Every weekend is tough on 1-70 eastbound and westbound depending on time. This Sept with the spectacular colors in the mountians it's been very much like ski season. And, yes there are still free lanes.


----------



## WinniWoman (Oct 5, 2016)

But what if you take your own EXPASS or SUNPASS?


----------



## Bnov (Oct 5, 2016)

mpumilia said:


> But what if you take your own EXPASS or SUNPASS?



We just returned from Orlando.  We took our SUNPASS, registered the rental car on the SUNPASS website before we left the airport, used the toll lanes around Orlando and didn't have any charges with Avis.


----------



## dioxide45 (Oct 5, 2016)

mpumilia said:


> But what if you take your own EXPASS or SUNPASS?





Bnov said:


> We just returned from Orlando.  We took our SUNPASS, registered the rental car on the SUNPASS website before we left the airport, used the toll lanes around Orlando and didn't have any charges with Avis.



Correct. Having your own transponder means you will be charged to that transponders account when you use toll lanes/roads. Most of the companies, especially in Florida, use a system called PlatePass. So if you drive through a toll without paying or without your own transponder, the system takes a photo of the plate. They then run that plate against those in their toll system. So if you rent a car, be sure to register it with SunPass within a day or two. If there is no match to their toll system, they send it over through PlatePass, if it is in the PlatePass system, that system takes care of paying the toll and billing back to the rental company. The rental company then bills the toll and fees back to the renter at the time.


----------



## stevio99 (Oct 5, 2016)

FYI, WAZE did a darn good job keeping me off the toll roads the last time I was in Orlando.


----------



## jehb2 (Oct 19, 2016)

Thanks to this thread I questioned my Hertz agent when I rented a car this weekend.  If I use the Hertz toll pass I pay 5.95 + toll.  He clearly told me I would be paying 5.95 for each rental day even if I only used the toll pass once.  Ouch!


----------



## WinniWoman (Mar 28, 2017)

Ok. I am going to ask a dumb question, but now that we are flying into Denver and not Durango and going to drive E470- there is a toll. So-can we use our EZPASS from NY there? Or- do we have to go with Alamos' outrageous charge for the transponder- of which we are automatically opted in? I just don't get the whole thing. SMH...

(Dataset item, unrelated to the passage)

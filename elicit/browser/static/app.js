// The browser interview's page: sends what the expert types, draws what the server answers.
// No number shown here is computed here: fits, densities, quantiles and words come from Python.
"use strict";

We do not want to take the alternate route to Estes Park- I-25 I think it is- because, although scenic, it will take an extra half hour and it will already be a long day of traveling. We just want to get to the resort at that point and do scenic later.


----------



## gmarine (Mar 28, 2017)

mpumilia said:


> Ok. I am going to ask a dumb question, but now that we are flying into Denver and not Durango and going to drive E470- there is a toll. So-can we use our EZPASS from NY there? Or- do we have to go with Alamos' outrageous charge for the transponder- of which we are automatically opted in? I just don't get the whole thing. SMH...
> 
> We do not want to take the alternate route to Estes Park- I-25 I think it is- because, although scenic, it will take an extra half hour and it will already be a long day of traveling. We just want to get to the resort at that point and do scenic later.



No, Colorado isnt part of EZPASS.  Below is from the EZPASS New York website.  I went through a similar problem in CA. It can be very annoying. 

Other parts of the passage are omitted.